_Data excerpts:_
impl<'a> Pdf<'a> {
    /// The whole file parsed by lopdf.
    fn whole(bytes: &[u8]) -> Result<Self, Msg> {
        let document = Document::load_mem(bytes)
            .map_err(|e| Msg::new("cli-typst-pdf-unparsable").arg("detail", e.to_string()))?;
        Ok(Self {
            document,
            reader: None,
        })
    }

    /// The file read from its cross-reference table, with its page tree;
    /// `None` when the table is not one this reads (the file is then read
    /// whole, and lopdf says what is wrong with it, if anything); an error
    /// when an object is not where the table says.
    fn by_table(bytes: &'a [u8]) -> Result<Option<Self>, Msg> {
        let Some((xref, trailer, version)) = table_and_trailer(bytes) else {
            return Ok(None);
        };
        if ["Encrypt", "Prev", "XRefStm"]
            .iter()
            .any(|key| trailer.has(key.as_bytes()))
        {
            return Ok(None);
        }
        for (&id, entry) in &xref.entries {
            match *entry {
                XrefEntry::Normal { offset, generation } => {
                    if !object_starts_at(bytes, (id, generation), offset as usize) {
                        return Err(Msg::new("cli-typst-pdf-misplaced")
                            .arg("object", id.to_string())
                            .arg("offset", offset.to_string()));
                    }
                }
                XrefEntry::Compressed { .. } => return Ok(None),
                XrefEntry::Free | XrefEntry::UnusableFree => {}
            }
        }
        let mut document = Document::new();
        document.version = version;
        document.max_id = xref.max_id();
        document.trailer = trailer;
        let mut reader = Reader {
            buffer: bytes,
            document: Document::new(),
            encryption_state: None,
            raw_objects: BTreeMap::new(),
            password: None,
            strict: false,
        };
        reader.document.reference_table = xref;
        let mut pdf = Self {
            document,
            reader: Some(reader),
        };
        pdf.read_page_tree();
        Ok(Some(pdf))
    }

    /// The object `id`, parsed by lopdf from where the table puts it the
    /// first time it is asked for; `None` when it is not there or does
    /// not parse (as reading the file whole leaves it out).
    fn object(&mut self, id: ObjectId) -> Option<&Object> {
        if let Some(reader) = &self.reader
            && !self.document.objects.contains_key(&id)
        {
            let object = reader.get_object(id, &mut HashSet::new()).ok()?;
            self.document.objects.insert(id, object);
        }
        self.document.objects.get(&id)
    }

    /// Reads the catalogue and every node of the page tree, with what
    /// the resources of each node above the pages name (pages inherit
    /// them); a page's own resources are read with its text
    /// ([`Pdf::page_text`]), only for the pages whose text is read.
    fn read_page_tree(&mut self) {
        let Ok(root) = self
            .document
            .trailer
            .get(b"Root")
            .and_then(Object::as_reference)
        else {
            return;
        };
        let Some(Ok(pages)) = self.object(root).map(|catalog| {
            catalog
                .as_dict()
                .and_then(|d| d.get(b"Pages"))
                .and_then(Object::as_reference)
        }) else {
            return;
        };
        let mut todo = vec![pages];
        let mut seen = HashSet::new();
        while let Some(id) = todo.pop() {
            if !seen.insert(id) {
                continue;
            }
            let mut resources = Vec::new();
            if let Some(Ok(node)) = self.object(id).map(Object::as_dict) {
                if let Ok(kids) = node.get(b"Kids").and_then(Object::as_array) {
                    todo.extend(kids.iter().filter_map(|k| k.as_reference().ok()));
                    if let Ok(named) = node.get(b"Resources") {
                        references(named, &mut resources);
                    }
                }
            }
            self.read_all(resources);
        }
    }

    /// Reads the objects `todo` names and every object they name in turn,
    /// except a page tree node's parent.
    fn read_all(&mut self, mut todo: Vec<ObjectId>) {
        if self.reader.is_none() {
            return;
        }
        let mut seen = HashSet::new();
        while let Some(id) = todo.pop() {
            if !seen.insert(id) {
                continue;
            }
            if let Some(object) = self.object(id) {
                references(object, &mut todo);
            }
        }
    }

    /// The pages, numbered from 1, in order.
    fn pages(&self) -> Vec<(u32, ObjectId)> {
        self.document.get_pages().into_iter().collect()
    }

    /// The pages the first page links to (its link annotations with a
    /// destination in the document), as places in `pages`, in the order
    /// of the links: where the hand-over document's first page says the
    /// notice is.
    fn linked_from_first_page(&mut self, pages: &[(u32, ObjectId)]) -> Vec<usize> {
        let Some(&(_, first)) = pages.first() else {
            return Vec::new();
        };
        let listed = match self.object(first).map(Object::as_dict) {
            Some(Ok(page)) => page.get(b"Annots").ok().cloned(),
            _ => None,
        };
        let listed = match listed {
            Some(Object::Reference(id)) => self.object(id).cloned(),
            other => other,
        };
        let mut annotations = Vec::new();
        if let Some(Object::Array(items)) = &listed {
            annotations.extend(items.iter().filter_map(|o| o.as_reference().ok()));
        }
        let mut linked = Vec::new();
        for annotation in annotations {
            let Some(Ok(link)) = self.object(annotation).map(Object::as_dict) else {
                continue;
            };
            if !link
                .get(b"Subtype")
                .and_then(Object::as_name)
                .is_ok_and(|n| n == b"Link")
            {
                continue;
            }
            let target = match link.get(b"Dest") {
                Ok(dest) => dest.clone(),
                Err(_) => match link.get(b"A").and_then(Object::as_dict) {
                    Ok(action)
                        if action
                            .get(b"S")
                            .and_then(Object::as_name)
                            .is_ok_and(|n| n == b"GoTo") =>
                    {
                        match action.get(b"D") {
                            Ok(dest) => dest.clone(),
                            Err(_) => continue,
                        }
                    }
                    _ => continue,
                },
            };
            let target = match target {
                Object::Reference(id) => match self.object(id) {
                    Some(object) => object.clone(),
                    None => continue,
                },
                other => other,
            };
            let page = target
                .as_array()
                .ok()
                .and_then(|dest| dest.first())
                .and_then(|p| p.as_reference().ok());
            if let Some(place) = page.and_then(|page| pages.iter().position(|&(_, id)| id == page))
                && !linked.contains(&place)
            {
                linked.push(place);
            }
        }
        linked
    }

    /// The text of page `number` (object `id`), as lopdf extracts it.
    ///
    /// lopdf extracts it from the page's content with the operations it
    /// reads text from left alone and everything else that it certainly
    /// parses taken out ([`text_operations`]): the same text, for a
    /// fraction of the parsing (a page with a chart is mostly drawing).
    fn page_text(&mut self, number: u32, id: ObjectId) -> String {
        let mut named = Vec::new();
        if let Some(Ok(page)) = self.object(id).map(Object::as_dict) {
            for key in [&b"Contents"[..], b"Resources"] {
                if let Ok(value) = page.get(key) {
                    references(value, &mut named);
                }
            }
        }
        self.read_all(named);
        let reduced = self
            .document
            .get_page_content(id)
            .ok()
            .map(|content| text_operations(&content));
        let mut stand_in = None;
        if let Some(reduced) = reduced
            && let Ok(page) = self.document.get_dictionary_mut(id)
        {
            // The reduced content in an object of its own, in place of
            // the page's; put back once the text is read.
            let before = page.remove(b"Contents");
            let mut free = self.document.max_id + 1;
            while self.document.objects.contains_key(&(free, 0)) {
                free += 1;
            }
            if let Ok(page) = self.document.get_dictionary_mut(id) {
                page.set("Contents", Object::Reference((free, 0)));
            }
            self.document.objects.insert(
                (free, 0),
                Object::Stream(lopdf::Stream::new(lopdf::Dictionary::new(), reduced)),
            );
            stand_in = Some(((free, 0), before));
        }
        let text = self
            .document
            .extract_text_chunks(&[number])
            .into_iter()
            .filter_map(Result::ok)
            .collect();
        if let Some((free, before)) = stand_in {
            self.document.objects.remove(&free);
            if let Ok(page) = self.document.get_dictionary_mut(id) {
                page.remove(b"Contents");
                if let Some(before) = before {
                    page.set("Contents", before);
                }
            }
        }
        text
    }
}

_Assignment:_
All lines above that include the word "says" must be copied into the answer.

_Worked solution:_
    /// whole, and lopdf says what is wrong with it, if anything); an error
    /// when an object is not where the table says.
    /// of the links: where the hand-over document's first page says the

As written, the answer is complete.